What if, just before tip-off for this year's Final Four, the athletes simply walked off the court?You might ask, why in the world would college basketball players walk off the court at what is arguably the most watched, most lucrative and most celebrated college sporting event of the year? The simple reason is that college athletes participate in this process with no compensation other than tuition and associated benefits, while coaches, NCAA officials, corporations and television, among others rake in big busks that would not be possible without the athletes participating. Obviously.
What if the athletes demanded a greater slice of the pie for their efforts? Fram and Frampton explain that the legal standing of a work stoppage would fall under US federal and state labor laws:
[T]he case for college athletes' employee status is strong. Their labor and talent generate huge revenues for universities, just like the services rendered by professional athletes. School officials directly control their labor, and indeed, exercise a degree of oversight over players' lives far exceeding that of most employees. And, as opponents of paying college athletes invariably highlight, players already earn valuable compensation (in the form of scholarships) in return. Finally, nobody would assert that playing big-time college sports, like serving as a graduate teaching assistant, is a prerequisite for an academic degree.Fram and Frampton explore the issue of unionization in more depth in a recent law review paper (available here) in which they argue:
But federal labor law only applies to private universities. College athletes at public universities would be subject to state labor law, which has traditionally been far more favorable to student-employees. In at least a dozen states, including many with major college athletics programs (e.g., Florida, Michigan, Nebraska, Oregon), student-employees have long enjoyed the right to unionize. Undergraduates in several of these states have already successfully organized, forming unions of dining-hall workers, clerical assistants or dormitory advisers. If an undergraduate student assigned to answer phones in the athletics department qualifies as a union-eligible employee, why shouldn't a classmate whose scholarship requires him to compete weekly before 110,000 paying spectators?
This Article offers the first comprehensive analysis of NCAA athletics under state labor law, reaching a novel and potentially gamechanging conclusion: that Division I athletes at many top-ranked programs likely enjoy a legal right to unionize under state law.The focus on state labor laws is what distinguish the Fram and Frampton analysis from other analyses of the labor status of college athletes which has focused on federal law (such as McCormick and McKormick).
While the prospect of unionization accompanied by a labor stoppage is dramatic, I would argue that universities are already exposed to legal action under intellectual property policies currently in place.
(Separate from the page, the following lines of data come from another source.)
CREATE TYPE "public"."role" AS ENUM('admin', 'biologist', 'analyst', 'collaborator');--> statement-breakpoint
CREATE TYPE "public"."token_purpose" AS ENUM('invite', 'reset');--> statement-breakpoint
CREATE TYPE "public"."control_kind" AS ENUM('none', 'isotype', 'secondary_only', 'buffer_only');--> statement-breakpoint
CREATE TYPE "public"."member_role" AS ENUM('biologist', 'analyst', 'collaborator');--> statement-breakpoint
CREATE TYPE "public"."field_status" AS ENUM('uploading', 'ingesting', 'ready', 'registered', 'linked', 'approved', 'failed');--> statement-breakpoint
CREATE TYPE "public"."file_kind" AS ENUM('topography', 'fluorescence');--> statement-breakpoint
CREATE TYPE "public"."imaging_medium" AS ENUM('air', 'liquid');--> statement-breakpoint
CREATE TYPE "public"."review_decision" AS ENUM('approved', 'sent_back');--> statement-breakpoint
CREATE TYPE "public"."transform_model" AS ENUM('affine', 'similarity');--> statement-breakpoint
CREATE TABLE "one_time_tokens" (
	"id" uuid PRIMARY KEY DEFAULT gen_random_uuid() NOT NULL,
	"user_id" uuid NOT NULL,
	"purpose" "token_purpose" NOT NULL,
	"token_hash" text NOT NULL,
	"expires_at" timestamp with time zone NOT NULL,
	"used_at" timestamp with time zone,
	"created_at" timestamp with time zone DEFAULT now() NOT NULL,
	CONSTRAINT "one_time_tokens_tokenHash_unique" UNIQUE("token_hash")
);
--> statement-breakpoint
CREATE TABLE "sign_in_attempts" (
	"id" bigserial PRIMARY KEY NOT NULL,
	"email" text NOT NULL,
	"ip" text NOT NULL,
	"succeeded" boolean NOT NULL,
	"at" timestamp with time zone DEFAULT now() NOT NULL
);
--> statement-breakpoint
CREATE TABLE "users" (
	"id" uuid PRIMARY KEY DEFAULT gen_random_uuid() NOT NULL,
	"email" text NOT NULL,
	"name" text NOT NULL,
	"role" "role" NOT NULL,
	"password_hash" text,
	"active" boolean DEFAULT true NOT NULL,
	"created_at" timestamp with time zone DEFAULT now() NOT NULL,
	CONSTRAINT "users_email_unique" UNIQUE("email")
);
--> statement-breakpoint
CREATE TABLE "marker_channels" (
	"id" uuid PRIMARY KEY DEFAULT gen_random_uuid() NOT NULL,
	"study_id" uuid NOT NULL,
	"channel_index" integer NOT NULL,
	"marker" text NOT NULL,
	"antibody_clone" text DEFAULT '' NOT NULL,
	"fluorophore" text DEFAULT '' NOT NULL,
	"excitation_nm" real,
	"emission_nm" real,
	CONSTRAINT "marker_channels_studyId_channelIndex_unique" UNIQUE("study_id","channel_index"),
	CONSTRAINT "marker_channels_studyId_marker_unique" UNIQUE("study_id","marker")
);
--> statement-breakpoint
CREATE TABLE "samples" (
	"id" uuid PRIMARY KEY DEFAULT gen_random_uuid() NOT NULL,
	"study_id" uuid NOT NULL,
	"code" text NOT NULL,
	"group_label" text DEFAULT '' NOT NULL,
	"source" text DEFAULT '' NOT NULL,
	"isolation_method" text DEFAULT '' NOT NULL,
	"collection_date" date,
	"dilution" text DEFAULT '' NOT NULL,
	"substrate" text DEFAULT '' NOT NULL,
	"notes" text DEFAULT '' NOT NULL,
	"control_kind" "control_kind" DEFAULT 'none' NOT NULL,
	"created_at" timestamp with time zone DEFAULT now() NOT NULL,
	CONSTRAINT "samples_studyId_code_unique" UNIQUE("study_id","code")
);
--> statement-breakpoint
CREATE TABLE "studies" (
	"id" uuid PRIMARY KEY DEFAULT gen_random_uuid() NOT NULL,
	"name" text NOT NULL,
	"description" text DEFAULT '' NOT NULL,
	"created_by" uuid,
	"created_at" timestamp with time zone DEFAULT now() NOT NULL
);
--> statement-breakpoint
CREATE TABLE "study_members" (
	"study_id" uuid NOT NULL,
	"user_id" uuid NOT NULL,
	"role" "member_role" NOT NULL,
	"added_at" timestamp with time zone DEFAULT now() NOT NULL,
	CONSTRAINT "study_members_study_id_user_id_pk" PRIMARY KEY("study_id","user_id")
);
--> statement-breakpoint
CREATE TABLE "field_files" (
	"id" uuid PRIMARY KEY DEFAULT gen_random_uuid() NOT NULL,
	"field_id" uuid NOT NULL,
	"kind" "file_kind" NOT NULL,
	"channel_index" integer,
	"object_key" text NOT NULL,
	"original_name" text NOT NULL,
	"size_bytes" bigint NOT NULL,
	"meta" jsonb DEFAULT '{}'::jsonb NOT NULL,
	"created_at" timestamp with time zone DEFAULT now() NOT NULL,
	CONSTRAINT "field_files_objectKey_unique" UNIQUE("object_key")
);
--> statement-breakpoint
CREATE TABLE "fields" (
	"id" uuid PRIMARY KEY DEFAULT gen_random_uuid() NOT NULL,
	"sample_id" uuid NOT NULL,
	"name" text NOT NULL,
	"status" "field_status" DEFAULT 'uploading' NOT NULL,
	"failure_reason" text,
	"afm_scan_size_nm" real,
	"afm_pixel_nm" real,
	"tip_radius_nm" real,
	"imaging_medium" "imaging_medium" DEFAULT 'air' NOT NULL,
	"scan_mode" text DEFAULT '' NOT NULL,
	"fl_pixel_nm" real,
	"objective_na" real,
	"exposure_ms" real,
	"channel_emission_nm" jsonb DEFAULT '[]'::jsonb NOT NULL,
	"afm_width_px" integer,
	"afm_height_px" integer,
	"fl_width_px" integer,
	"fl_height_px" integer,
	"version" integer DEFAULT 1 NOT NULL,
	"created_by" uuid,
	"created_at" timestamp with time zone DEFAULT now() NOT NULL,
	"updated_at" timestamp with time zone DEFAULT now() NOT NULL
);
--> statement-breakpoint
CREATE TABLE "tile_sets" (
	"id" uuid PRIMARY KEY DEFAULT gen_random_uuid() NOT NULL,
	"field_id" uuid NOT NULL,
	"layer" text NOT NULL,
	"prefix" text NOT NULL,
	"width_px" integer NOT NULL,
	"height_px" integer NOT NULL,
	"tile_size" integer NOT NULL,
	"overlap" integer NOT NULL,
	"format" text NOT NULL,
	"display" jsonb DEFAULT '{}'::jsonb NOT NULL,
	CONSTRAINT "tile_sets_fieldId_layer_unique" UNIQUE("field_id","layer")
);
--> statement-breakpoint
CREATE TABLE "field_reviews" (
	"id" uuid PRIMARY KEY DEFAULT gen_random_uuid() NOT NULL,
	"field_id" uuid NOT NULL,
	"decision" "review_decision" NOT NULL,
	"comment" text DEFAULT '' NOT NULL,
	"link_run_id" uuid,
	"reviewed_by" uuid,
	"reviewed_at" timestamp with time zone DEFAULT now() NOT NULL
);
--> statement-breakpoint
CREATE TABLE "link_runs" (
	"id" uuid PRIMARY KEY DEFAULT gen_random_uuid() NOT NULL,
	"field_id" uuid NOT NULL,
	"registration_id" uuid,
	"settings" jsonb NOT NULL,
	"summary" jsonb NOT NULL,
	"current" boolean DEFAULT true NOT NULL,
	"created_at" timestamp with time zone DEFAULT now() NOT NULL
);
--> statement-breakpoint
CREATE TABLE "registrations" (
	"id" uuid PRIMARY KEY DEFAULT gen_random_uuid() NOT NULL,
	"field_id" uuid NOT NULL,
	"version" integer NOT NULL,
	"model" "transform_model" NOT NULL,
	"pairs" jsonb NOT NULL,
	"fl_from_afm" jsonb NOT NULL,
	"fre_nm" real,
	"tre_nm" real,
	"created_by" uuid,
	"created_at" timestamp with time zone DEFAULT now() NOT NULL,
	CONSTRAINT "registrations_fieldId_version_unique" UNIQUE("field_id","version")
);
--> statement-breakpoint
CREATE TABLE "releases" (
	"id" uuid PRIMARY KEY DEFAULT gen_random_uuid() NOT NULL,
	"sample_id" uuid NOT NULL,
	"version" integer NOT NULL,
	"link_run_ids" jsonb NOT NULL,
	"released_by" uuid,
	"released_at" timestamp with time zone DEFAULT now() NOT NULL,
	CONSTRAINT "releases_sampleId_version_unique" UNIQUE("sample_id","version")
);
--> statement-breakpoint
CREATE TABLE "vesicles" (
	"id" bigserial PRIMARY KEY NOT NULL,
	"link_run_id" uuid NOT NULL,
	"field_id" uuid NOT NULL,
	"sample_id" uuid NOT NULL,
	"index" integer NOT NULL,
	"x_afm_px" real NOT NULL,
	"y_afm_px" real NOT NULL,
	"x_fl_px" real,
	"y_fl_px" real,
	"height_nm" real NOT NULL,
	"mean_height_nm" real NOT NULL,
	"area_nm2" real NOT NULL,
	"diameter_nm" real NOT NULL,
	"volume_nm3" real NOT NULL,
	"circularity" real NOT NULL,
	"cap_radius_nm" real,
	"contact_angle_deg" real,
	"sphere_diameter_nm" real,
	"out_of_frame" boolean DEFAULT false NOT NULL,
	"marker_bits" integer DEFAULT 0 NOT NULL,
	"phenotype" text DEFAULT '' NOT NULL,
	"markers" jsonb NOT NULL
);
--> statement-breakpoint
CREATE TABLE "audit_log" (
	"id" bigserial PRIMARY KEY NOT NULL,
	"at" timestamp with time zone DEFAULT now() NOT NULL,
	"actor_id" uuid,
	"actor_email" text,
	"action" text NOT NULL,
	"target_type" text,
	"target_id" text,
	"ip" text,
	"details" jsonb DEFAULT '{}'::jsonb NOT NULL
);
--> statement-breakpoint
ALTER TABLE "one_time_tokens" ADD CONSTRAINT "one_time_tokens_user_id_users_id_fk" FOREIGN KEY ("user_id") REFERENCES "public"."users"("id") ON DELETE cascade ON UPDATE no action;--> statement-breakpoint
ALTER TABLE "marker_channels" ADD CONSTRAINT "marker_channels_study_id_studies_id_fk" FOREIGN KEY ("study_id") REFERENCES "public"."studies"("id") ON DELETE cascade ON UPDATE no action;--> statement-breakpoint
ALTER TABLE "samples" ADD CONSTRAINT "samples_study_id_studies_id_fk" FOREIGN KEY ("study_id") REFERENCES "public"."studies"("id") ON DELETE cascade ON UPDATE no action;--> statement-breakpoint
ALTER TABLE "studies" ADD CONSTRAINT "studies_created_by_users_id_fk" FOREIGN KEY ("created_by") REFERENCES "public"."users"("id") ON DELETE set null ON UPDATE no action;--> statement-breakpoint
ALTER TABLE "study_members" ADD CONSTRAINT "study_members_study_id_studies_id_fk" FOREIGN KEY ("study_id") REFERENCES "public"."studies"("id") ON DELETE cascade ON UPDATE no action;--> statement-breakpoint
ALTER TABLE "study_members" ADD CONSTRAINT "study_members_user_id_users_id_fk" FOREIGN KEY ("user_id") REFERENCES "public"."users"("id") ON DELETE cascade ON UPDATE no action;--> statement-breakpoint
ALTER TABLE "field_files" ADD CONSTRAINT "field_files_field_id_fields_id_fk" FOREIGN KEY ("field_id") REFERENCES "public"."fields"("id") ON DELETE cascade ON UPDATE no action;--> statement-breakpoint
ALTER TABLE "fields" ADD CONSTRAINT "fields_sample_id_samples_id_fk" FOREIGN KEY ("sample_id") REFERENCES "public"."samples"("id") ON DELETE cascade ON UPDATE no action;--> statement-breakpoint
ALTER TABLE "fields" ADD CONSTRAINT "fields_created_by_users_id_fk" FOREIGN KEY ("created_by") REFERENCES "public"."users"("id") ON DELETE set null ON UPDATE no action;--> statement-breakpoint
ALTER TABLE "tile_sets" ADD CONSTRAINT "tile_sets_field_id_fields_id_fk" FOREIGN KEY ("field_id") REFERENCES "public"."fields"("id") ON DELETE cascade ON UPDATE no action;--> statement-breakpoint
ALTER TABLE "field_reviews" ADD CONSTRAINT "field_reviews_field_id_fields_id_fk" FOREIGN KEY ("field_id") REFERENCES "public"."fields"("id") ON DELETE cascade ON UPDATE no action;--> statement-breakpoint
ALTER TABLE "field_reviews" ADD CONSTRAINT "field_reviews_link_run_id_link_runs_id_fk" FOREIGN KEY ("link_run_id") REFERENCES "public"."link_runs"("id") ON DELETE set null ON UPDATE no action;--> statement-breakpoint
ALTER TABLE "field_reviews" ADD CONSTRAINT "field_reviews_reviewed_by_users_id_fk" FOREIGN KEY ("reviewed_by") REFERENCES "public"."users"("id") ON DELETE set null ON UPDATE no action;--> statement-breakpoint
ALTER TABLE "link_runs" ADD CONSTRAINT "link_runs_field_id_fields_id_fk" FOREIGN KEY ("field_id") REFERENCES "public"."fields"("id") ON DELETE cascade ON UPDATE no action;--> statement-breakpoint
ALTER TABLE "link_runs" ADD CONSTRAINT "link_runs_registration_id_registrations_id_fk" FOREIGN KEY ("registration_id") REFERENCES "public"."registrations"("id") ON DELETE set null ON UPDATE no action;--> statement-breakpoint
ALTER TABLE "registrations" ADD CONSTRAINT "registrations_field_id_fields_id_fk" FOREIGN KEY ("field_id") REFERENCES "public"."fields"("id") ON DELETE cascade ON UPDATE no action;--> statement-breakpoint
ALTER TABLE "registrations" ADD CONSTRAINT "registrations_created_by_users_id_fk" FOREIGN KEY ("created_by") REFERENCES "public"."users"("id") ON DELETE set null ON UPDATE no action;--> statement-breakpoint
ALTER TABLE "releases" ADD CONSTRAINT "releases_sample_id_samples_id_fk" FOREIGN KEY ("sample_id") REFERENCES "public"."samples"("id") ON DELETE cascade ON UPDATE no action;--> statement-breakpoint
ALTER TABLE "releases" ADD CONSTRAINT "releases_released_by_users_id_fk" FOREIGN KEY ("released_by") REFERENCES "public"."users"("id") ON DELETE set null ON UPDATE no action;--> statement-breakpoint
ALTER TABLE "vesicles" ADD CONSTRAINT "vesicles_link_run_id_link_runs_id_fk" FOREIGN KEY ("link_run_id") REFERENCES "public"."link_runs"("id") ON DELETE cascade ON UPDATE no action;--> statement-breakpoint
ALTER TABLE "vesicles" ADD CONSTRAINT "vesicles_field_id_fields_id_fk" FOREIGN KEY ("field_id") REFERENCES "public"."fields"("id") ON DELETE cascade ON UPDATE no action;--> statement-breakpoint
ALTER TABLE "vesicles" ADD CONSTRAINT "vesicles_sample_id_samples_id_fk" FOREIGN KEY ("sample_id") REFERENCES "public"."samples"("id") ON DELETE cascade ON UPDATE no action;--> statement-breakpoint
ALTER TABLE "audit_log" ADD CONSTRAINT "audit_log_actor_id_users_id_fk" FOREIGN KEY ("actor_id") REFERENCES "public"."users"("id") ON DELETE set null ON UPDATE no action;--> statement-breakpoint
CREATE INDEX "one_time_tokens_user_id_index" ON "one_time_tokens" USING btree ("user_id");--> statement-breakpoint
CREATE INDEX "sign_in_attempts_email_at_index" ON "sign_in_attempts" USING btree ("email","at");--> statement-breakpoint
CREATE INDEX "sign_in_attempts_ip_at_index" ON "sign_in_attempts" USING btree ("ip","at");--> statement-breakpoint
CREATE INDEX "marker_channels_study_id_index" ON "marker_channels" USING btree ("study_id");--> statement-breakpoint
CREATE INDEX "samples_study_id_index" ON "samples" USING btree ("study_id");--> statement-breakpoint
CREATE INDEX "study_members_user_id_index" ON "study_members" USING btree ("user_id");--> statement-breakpoint
CREATE INDEX "field_files_field_id_index" ON "field_files" USING btree ("field_id");--> statement-breakpoint
CREATE INDEX "fields_sample_id_index" ON "fields" USING btree ("sample_id");--> statement-breakpoint
CREATE INDEX "fields_created_by_index" ON "fields" USING btree ("created_by");--> statement-breakpoint
CREATE INDEX "tile_sets_field_id_index" ON "tile_sets" USING btree ("field_id");--> statement-breakpoint
CREATE INDEX "field_reviews_field_id_index" ON "field_reviews" USING btree ("field_id");--> statement-breakpoint
CREATE INDEX "field_reviews_link_run_id_index" ON "field_reviews" USING btree ("link_run_id");--> statement-breakpoint
CREATE INDEX "field_reviews_reviewed_by_index" ON "field_reviews" USING btree ("reviewed_by");--> statement-breakpoint
CREATE INDEX "link_runs_field_id_index" ON "link_runs" USING btree ("field_id");--> statement-breakpoint
CREATE INDEX "link_runs_registration_id_index" ON "link_runs" USING btree ("registration_id");--> statement-breakpoint
CREATE INDEX "registrations_field_id_index" ON "registrations" USING btree ("field_id");--> statement-breakpoint
CREATE INDEX "registrations_created_by_index" ON "registrations" USING btree ("created_by");--> statement-breakpoint
CREATE INDEX "releases_sample_id_index" ON "releases" USING btree ("sample_id");--> statement-breakpoint
CREATE INDEX "releases_released_by_index" ON "releases" USING btree ("released_by");--> statement-breakpoint
CREATE INDEX "vesicles_link_run_id_index" ON "vesicles" USING btree ("link_run_id");--> statement-breakpoint
CREATE INDEX "vesicles_field_id_index_index" ON "vesicles" USING btree ("field_id","index");--> statement-breakpoint
CREATE INDEX "vesicles_sample_id_marker_bits_index" ON "vesicles" USING btree ("sample_id","marker_bits");--> statement-breakpoint
CREATE INDEX "vesicles_sample_id_height_nm_index" ON "vesicles" USING btree ("sample_id","height_nm");--> statement-breakpoint
CREATE INDEX "vesicles_sample_id_diameter_nm_index" ON "vesicles" USING btree ("sample_id","diameter_nm");--> statement-breakpoint
CREATE INDEX "audit_log_at_index" ON "audit_log" USING btree ("at");--> statement-breakpoint
CREATE INDEX "audit_log_action_at_index" ON "audit_log" USING btree ("action","at");--> statement-breakpoint
CREATE INDEX "audit_log_actor_id_index" ON "audit_log" USING btree ("actor_id");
Consider, for instance, the case of Ohio State a finalist in this year's Final Four, which says this about intellectual property:
Intellectual property describes a wide variety of property created by musicians, authors, artists, and inventors. The law of intellectual property typically encompasses the areas of copyright, patent, and trademark law. It is designed to encourage the development of art, science, and information by granting certain property rights to all artists, which include inventors in both the arts and the sciences.Is an athlete's name, likeness, image or other characteristics intellectual property? I'd think that a strong case can be made that it is. If such intellectual property has value, then who is allowed to benefit? Again, here is what OSU says:
Ownership of IP created through research at the University is determined by state law, federal law, University policy and by contract. Ohio Revised Code § 3345.14 provides in part that all rights to and interests in discoveries, inventions, or patents which result from research or investigation conducted in any experiment station, bureau, laboratory, research facility, or other facility of any state college or university, or by employees of any state college or university acting within the scope of their employment or with funding, equipment, or infrastructure provided by or through any state college or university, shall be the sole property of that college or university.As is common at university's including my own, the university retains ownership rights, but what about revenues that result? OSU has a revenue sharing formula:
Under the current formula, the inventor receives one-half of the first $75,000 of gross royalties and one-third of all subsequent royalties less patenting expensesThere are of course a number of issues involved with the notion of considering athletes under intellectual property policies. No doubt the fine details would have to be adjudicated. But given that IP protection is extended to artists and other university employees who do not perform conventional research resulting with inventions, it is at least plausible that IP from athletics, as a core university activity, would be judged to be covered by existing IP policies.
- The remaining portion of the royalties is shared by the Office of Research and the inventor’s college and department
- Royalties will be split equally among OSU joint inventors unless the inventors agree to a different allocation
Regardless, imagine if under the OSU intellectual property policies, star player Jared Sullinger agreed to license his image to, say, Gatorade for the next week for $500,000. Under the current OSU revenue sharing formula Sullinger would get about $145,000 and OSU would get $355,000 (hey, forget about exploited athletes, what about exploited professors?! ;-). This formula is so beneficial to universities that one might wonder why universities with big time athletic programs aren't already in a rush to capitalize on the untapped value of their highly visible athletes.
Of course, once universities step on that slippery slope they would find that the athletes hold all of the negotiating power, and that formula would change in a hurry. But make no mistake, as Fram and Frampton indicate, the issue of college athletes as employees has a long history, but really, debate has only just begun.